To hesitate is to be proficient: acoustics and speech perception of filled pauses in spontaneous L2 Hindi speech by L1 Assamese speakers
Source
28th Conference of the Oriental COCOSDA International Committee for the Co-ordination and Standardisation of Speech Databases and Assessment Techniques (O-COCOSDA 2025)
Date Issued
2025-11-12
Author(s)
Ravi, Sridevi
Chakraborty, Joyshree
Sarmah, Priyankoo
Abstract
In this work, we present an acoustic analysis of filled pauses (FPs) produced by 24 Assamese L1 speakers of L2 Hindi, examining their relationship with perceived proficiency. Spontaneous Hindi speech was elicited and rated for proficiency by 20 native Hindi listeners on a 1−5 scale. A total of 667 FPs were extracted and analysed for type, vowel quality (F1, F2), duration, and speaker gender. By studying speech interaction in L2 speakers through FPs, we aim to answer pertinent questions in the discourse surrounding FPs.

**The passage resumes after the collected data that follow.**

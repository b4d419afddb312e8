import { knotText, type KnotWordings } from '@/components/text/pierce-designer.ts';
import type { FocusScale } from '@/strategy/machine.ts';
import type { Stage } from '@/strategy/pierce/stage.ts';
import type { UnitSystem } from '@/strategy/units/index.ts';
import type { Knot } from './knots.ts';

/** Wordings of a knot's value, the longest first: with the dial's number beside a focus position, with the peak beside a mean. */
export function knotValueWordings(
  knot: Knot,
  stages: readonly Stage[],
  scale: FocusScale,
  system: UnitSystem,
): KnotWordings {
  const [{ stage, end }] = knot.ends;
  return knotText.value(knot, stages[stage]?.[end].standoff ?? 0, scale, system);
}
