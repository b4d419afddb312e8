import { cornerRulesText } from '@/components/text/pierce.ts';
import { Sentence } from '@/components/ui/sentence.tsx';
import { Tick } from '@/components/ui/tick.tsx';
import { easeDefaults, roundDefaults, type CornerRules } from '@/strategy/corners/rules.ts';
import { DraftNumber } from './draft-context.tsx';

type Ease = NonNullable<CornerRules['ease']>;
type Round = NonNullable<CornerRules['round']>;

type EaseRoundRulesProps = {
  rules: CornerRules;
  change: (next: (before: CornerRules) => CornerRules, field?: string) => void;
  readOnly: boolean;
};

/** Whether corners may be eased or rounded, and by how much; strategies from before there was either have none. */
export function EaseRoundRules({ rules, change, readOnly }: EaseRoundRulesProps) {
  const { ease = { ...easeDefaults, allowed: false }, round = { ...roundDefaults, allowed: false } } = rules;
  const easeNumber = (name: Exclude<keyof Ease, 'allowed'>, dimension: 'length' | 'ratio') => (
    <DraftNumber
      field={`cornerRules.ease.${name}`}
      label={cornerRulesText.label.ease[name]}
      dimension={dimension}
      value={ease[name]}
      onValue={(value) =>
        change((before) => ({ ...before, ease: { ...ease, [name]: value } }), `cornerRules.ease.${name}`)
      }
    />
  );
  const roundNumber = (name: Exclude<keyof Round, 'allowed'>) => (
    <DraftNumber
      field={`cornerRules.round.${name}`}
      label={cornerRulesText.label.round[name]}
      dimension="length"
      value={round[name]}
      onValue={(value) =>
        change((before) => ({ ...before, round: { ...round, [name]: value } }), `cornerRules.round.${name}`)
      }
    />
  );
  return (
    <>
      <Tick
        label={cornerRulesText.eases}
        checked={ease.allowed}
        disabled={readOnly}
        onChange={(allowed) => change((before) => ({ ...before, ease: { ...ease, allowed } }))}
      />
      {ease.allowed && (
        <Sentence>
          {cornerRulesText.easeOver} {easeNumber('length', 'length')} {cornerRulesText.easeFeed}{' '}
          {easeNumber('feedShare', 'ratio')} {cornerRulesText.easePower} {easeNumber('powerShare', 'ratio')}{' '}
          {cornerRulesText.easeEnd}
        </Sentence>
      )}
      <Tick
        label={cornerRulesText.rounds}
        checked={round.allowed}
        disabled={readOnly}
        onChange={(allowed) => change((before) => ({ ...before, round: { ...round, allowed } }))}
      />
      {round.allowed && (
        <Sentence>
          {cornerRulesText.roundRadius} {roundNumber('radius')} {cornerRulesText.roundTolerance}{' '}
          {roundNumber('tolerance')} {cornerRulesText.roundEnd}
        </Sentence>
      )}
    </>
  );
}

Are they speaker-specific, posing as an important tool for forensic science or language-specific? Results indicate a systematic proficiency-linked shift: high-rated speakers predominantly produced uhh, the central hesitation vowel in Hindi, while low-rated speakers employed a wider repertoire, including aah, the Assamese central vowel. Vowel space analysis showed that with increasing proficiency, aah tokens were fronted and centralized, reducing their acoustic distance from uhh, indicating accommodation to L2 sounds. Temporal analysis revealed that high-rated speakers produced significantly shorter and less variable FPs, whereas lower-rated speakers exhibited longer durations. These findings suggest that FPs are structured, language-specific cues that index both linguistic background and proficiency. From an applied perspective, the findings underscore the role of hesitation acoustics in enhancing automatic speech recognition.